I’ve been playing around a lot more recently with LLMs running locally on my PC, and for the most part, that’s been with Ollama.
Ollama is a fantastic tool that makes it extremely simple to download and run LLMs on your own PC, made even easier with the launch of its new GUI application. It can hook into your workflow beautifully, but it has one glaring flaw.
If you don’t have a dedicated GPU, its performance isn’t that good. I’ve been using it with an RTX 5080 (and soon to try an RTX 5090), and it flies along, but on something like the new Geekom A9 Max mini PC, which just landed for review, it’s a very different story.
Ollama does not officially support integrated graphics on Windows. Out of the box, it’ll default to using the CPU, and honestly, there are times when I’m not interested in looking for workarounds.

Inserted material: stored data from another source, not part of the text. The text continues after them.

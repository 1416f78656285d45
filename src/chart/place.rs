//! Where labels may stand: the ground taken so far, and the cost of taking more. Deterministic: the first of equally
//! good places wins, and what is placed early stays.

use super::geometry::{self, Point, Rect};

/// Space kept between two labels, points.
const LABEL_GAP: f64 = 3.2;
/// A leader may run this far upon lines: enough to cross one, not to follow it, points.
const LONGEST_UPON: f64 = 16.0;
/// What a point of air around a label is worth, and how much of it counts, points.
const AIR: f64 = 0.35;
const MOST_AIR: f64 = 9.0;
/// Space kept between a label and a line it must not touch, points.
const LINE_GAP: f64 = 1.6;

/// A place offered for a label.
#[derive(Clone, Copy, Debug)]
pub(super) struct Offer {
    pub bounds: Rect,
    /// What it costs before the ground is looked at; less is better.
    pub cost: f64,
    /// Where a leader would begin, if the label stands off.
    pub leader_from: Option<Point>,
}

/// A place taken.
#[derive(Clone, Copy, Debug)]
pub(super) struct Taken {
    pub bounds: Rect,
    pub leader: Option<(Point, Point)>,
}

/// Ground within one frame.
#[derive(Clone, Debug)]
pub(super) struct Ground {
    within: Rect,
    boxes: Vec<Rect>,
    /// Lines that no label may touch: ends and half width.
    lines: Vec<(Point, Point, f64)>,
    /// Small things that a label had better not cover: centre, radius, cost.
    dots: Vec<(Point, f64, f64)>,
    leaders: Vec<(Point, Point)>,
}

impl Ground {
    pub fn new(within: Rect) -> Self {
        Ground {
            within,
            boxes: Vec::new(),
            lines: Vec::new(),
            dots: Vec::new(),
            leaders: Vec::new(),
        }
    }

    /// A line that no label and no leader may touch.
    pub fn line(&mut self, from: Point, to: Point, half_width: f64) {
        self.lines.push((from, to, half_width));
    }

    /// Something small that a label had better not cover.
    pub fn dot(&mut self, centre: Point, radius: f64, cost: f64) {
        self.dots.push((centre, radius, cost));
    }

    fn is_free(&self, bounds: &Rect) -> bool {
        self.within.holds(bounds)
            && !self
                .boxes
                .iter()
                .any(|taken| taken.overlaps(&bounds.grown(LABEL_GAP)))
            && !self
                .lines
                .iter()
                .any(|&(from, to, half)| is_near(bounds, from, to, half + LINE_GAP))
            && !self
                .leaders
                .iter()
                .any(|&(from, to)| is_near(bounds, from, to, LINE_GAP))
    }

    fn leader_is_clear(&self, from: Point, to: Point, may_cross: bool) -> bool {
        !self
            .boxes
            .iter()
            .any(|taken| is_near(taken, from, to, LABEL_GAP))
            && !self.lines.iter().any(|&(a, b, half)| {
                !may_cross && geometry::crossing((from, to), (a, b)).is_some()
                    || geometry::distance_to_segment(to, a, b).0 < half + LINE_GAP
            })
            && !self
                .leaders
                .iter()
                .any(|&leader| geometry::crossing((from, to), leader).is_some())
            && self.length_upon_lines(from, to) <= LONGEST_UPON
    }

    /// How much of a leader lies upon lines or close beside them, points.
    fn length_upon_lines(&self, from: Point, to: Point) -> f64 {
        const STEP: f64 = 2.0;
        let length = from.distance(to);
        let (mut at, mut upon) = (0.0, 0.0);
        while at < length {
            let point = from.between(to, at / length);
            let is_upon = self.lines.iter().any(|&(a, b, half)| {
                geometry::distance_to_segment(point, a, b).0 < half + LINE_GAP
            });
            if is_upon {
                upon += STEP;
            }
            at += STEP;
        }
        upon
    }

    /// Room around a free box, up to `most` points.
    pub fn room(&self, bounds: &Rect, most: f64) -> f64 {
        let lines = self.lines.iter().fold(most, |least, &(from, to, half)| {
            if is_beyond(bounds, from, to, least + half) {
                least
            } else {
                least.min(geometry::rect_to_segment(bounds, from, to) - half)
            }
        });
        let boxes = self.boxes.iter().map(|taken| {
            let across = (taken.left - bounds.right).max(bounds.left - taken.right);
            let up = (taken.top - bounds.bottom).max(bounds.top - taken.bottom);
            libm::hypot(across.max(0.0), up.max(0.0))
        });
        boxes.fold(lines, f64::min).max(0.0)
    }

    /// Takes the cheapest free place among the offers.
    pub fn take(&mut self, offers: impl IntoIterator<Item = Offer>) -> Option<Taken> {
        self.find(offers, false)
    }

    /// The same for what must not be left out: where there is no other place, the leader may cross a line.
    pub fn take_across(&mut self, offers: &[Offer]) -> Option<Taken> {
        self.find(offers.iter().copied(), false)
            .or_else(|| self.find(offers.iter().copied(), true))
    }

    fn find(&mut self, offers: impl IntoIterator<Item = Offer>, may_cross: bool) -> Option<Taken> {
        let mut best: Option<(f64, Taken)> = None;
        for offer in offers {
            if best
                .as_ref()
                .is_some_and(|(cost, _)| offer.cost - AIR * MOST_AIR >= *cost)
                || !self.is_free(&offer.bounds)
            {
                continue;
            }
            let leader = offer.leader_from.map(|from| {
                let around = offer.bounds.grown(1.0);
                (from, around.nearest(from))
            });
            if leader.is_some_and(|(from, to)| !self.leader_is_clear(from, to, may_cross)) {
                continue;
            }
            let covered: f64 = self
                .dots
                .iter()
                .filter(|(centre, radius, _)| {
                    offer.bounds.nearest(*centre).distance(*centre) < radius + 2.0
                })
                .map(|dot| dot.2)
                .sum();
            // Air around a label reads better than nearness to its point.
            let cost = offer.cost + covered - AIR * self.room(&offer.bounds, MOST_AIR);
            if best.as_ref().is_none_or(|(least, _)| cost < *least) {
                best = Some((
                    cost,
                    Taken {
                        bounds: offer.bounds,
                        leader,
                    },
                ));
            }
        }
        let (_, taken) = best?;
        self.boxes.push(taken.bounds);
        self.leaders.extend(taken.leader);
        Some(taken)
    }
}

/// Whether a segment lies wholly beyond `reach` on one side of a rectangle: the quick answer for most.
fn is_beyond(bounds: &Rect, from: Point, to: Point, reach: f64) -> bool {
    from.x.max(to.x) < bounds.left - reach
        || bounds.right + reach < from.x.min(to.x)
        || from.y.max(to.y) < bounds.top - reach
        || bounds.bottom + reach < from.y.min(to.y)
}

fn is_near(bounds: &Rect, from: Point, to: Point, reach: f64) -> bool {
    !is_beyond(bounds, from, to, reach) && geometry::rect_to_segment(bounds, from, to) < reach
}

/// Offers around a point: in `directions` even directions beginning upward, at growing distances from it; those
/// beyond `near` points with a leader. `square` is the direction preferred (square to a path), if there is one.
pub(super) fn around(
    point: Point,
    size: (f64, f64),
    clear: f64,
    distances: &[f64],
    directions: u32,
    near: f64,
    square: Option<Point>,
) -> Vec<Offer> {
    let (width, height) = size;
    let mut offers = Vec::new();
    for &distance in distances {
        for step in 0..directions {
            let angle = f64::from(step) / f64::from(directions) * std::f64::consts::TAU;
            let (sin, cos) = libm::sincos(angle);
            let along = Point::new(sin, -cos);
            // The box touches a circle of that radius from outside.
            let reach = distance + along.x.abs() * width / 2.0 + along.y.abs() * height / 2.0;
            let centre = point.towards(along, reach);
            let bounds = Rect::around(centre, width, height);
            let gap = bounds.nearest(point).distance(point);
            let off = square.map_or(0.0, |square| 1.0 - square.dot(along).abs());
            let start = bounds.nearest(point).minus(point).unit();
            let led = gap > near;
            offers.push(Offer {
                bounds,
                cost: gap + 10.0 * off + if led { 6.0 } else { 0.0 },
                leader_from: led.then(|| point.towards(start, clear)),
            });
        }
    }
    offers
}

#[cfg(test)]
mod tests {
    use super::*;

    fn offer(x: f64, cost: f64) -> Offer {
        Offer {
            bounds: Rect::around(Point::new(x, 50.0), 20.0, 8.0),
            cost,
            leader_from: None,
        }
    }

    #[test]
    fn the_cheapest_free_place_is_taken_and_then_gone() {
        let mut ground = Ground::new(Rect::new(0.0, 0.0, 100.0, 100.0));
        let offers = [offer(50.0, 1.0), offer(80.0, 20.0), offer(95.0, 0.0)];
        let first = ground.take(offers).map(|taken| taken.bounds.centre().x);
        assert_eq!(first, Some(50.0), "95 is cut by the frame");
        let second = ground.take(offers).map(|taken| taken.bounds.centre().x);
        assert_eq!(second, Some(80.0));
        assert!(ground.take(offers).is_none());
    }

    #[test]
    fn no_leader_runs_through_a_label_or_a_line() {
        let mut ground = Ground::new(Rect::new(0.0, 0.0, 100.0, 100.0));
        let block = Offer {
            bounds: Rect::around(Point::new(50.0, 50.0), 10.0, 10.0),
            cost: 0.0,
            leader_from: None,
        };
        assert!(ground.take([block]).is_some());
        ground.line(Point::new(0.0, 80.0), Point::new(100.0, 80.0), 1.0);
        let led = |from| Offer {
            bounds: Rect::around(Point::new(50.0, 20.0), 10.0, 8.0),
            cost: 0.0,
            leader_from: Some(from),
        };
        assert!(ground.take([led(Point::new(50.0, 70.0))]).is_none());
        assert!(ground.take([led(Point::new(90.0, 90.0))]).is_none());
        assert!(ground.take([led(Point::new(90.0, 40.0))]).is_some());
    }
}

Instead, enter LM Studio, which makes it so simple to leverage integrated GPUs, even I can do it in seconds. That’s what I want, that’s what you should want, and it’s why you need to ditch Ollama if you want to leverage your integrated GPU.
What is LM Studio?
Without going too far into the weeds, LM Studio is another app you can use on your Windows PC to download LLMs and play about with them. It does things a little differently from Ollama, but the end result is the same.
It also has a significantly more advanced GUI than Ollama’s official app, which is another tick towards using it. To get the most from Ollama outside of the terminal, you need to use something third-party, such as OpenWebUI or the Page Assist browser extension.
It’s ultimately a one-stop shop to find and install models, and then interact with them through a familiar-feeling chatbot interface. There are many advanced features you can play with, but for now, we’ll leave it simple.
The big win is that LM Studio supports Vulkan, which means you can offload models on both AMD and Intel to the integrated GPU for compute. That’s a big deal, because I’m yet to see in my own testing a situation where using the GPU wasn’t faster than the CPU.
So, how do you use an integrated GPU in LM Studio?
The other beauty of just going the LM Studio route is that there’s nothing fancy or technical that needs to be done in order to use your iGPU with an LLM.
To use a model, you simply load it up with the dropdown box at the top. When you select the one you want, a bunch of settings will appear. In this instance, we’re only really interested in the GPU offload one.
It’s a sliding scale and works in layers. Layers are essentially the blocks that make up the LLM, and instructions will pass down them one by one, until the final layer produces the response. It’s up to you how many you offload, but anything below all of them means your CPU will be picking up some of the slack.
Once you’re happy, click load model, and it’ll load into memory and operate within your designated parameters.
As an example, on the aforementioned Geekom A9 Max, I have Radeon 890M integrated graphics, and I’m wanting to use basically all of it. When I’m using AI, I’m not gaming, so I want all of the GPU to focus on the LLM. I set 16GB of my 32GB total system memory as reserved for the GPU to load the model into, and get to work.
With a model like gpt-oss:20b I can load the entire thing into that dedicated GPU memory, use the GPU for compute, leave the rest of the system memory and the CPU well alone and get around 25 tokens per second.
Is it as fast as my desktop PC with an RTX 5080 inside? Not at all. Is it faster than using the CPU? Absolutely. With the added benefit that it isn’t using almost all of my available CPU resources, resources that other software on the PC might want to use. The GPU is basically dormant most of the time; why wouldn’t you want to use it?
I could probably get even more performance if I spent the time getting into the weeds, but that’s not the focus here. The focus is on LM Studio, and how, if you don’t have a dedicated GPU, it’s hands-down the tool to use for local LLMs. Just install it and everything works.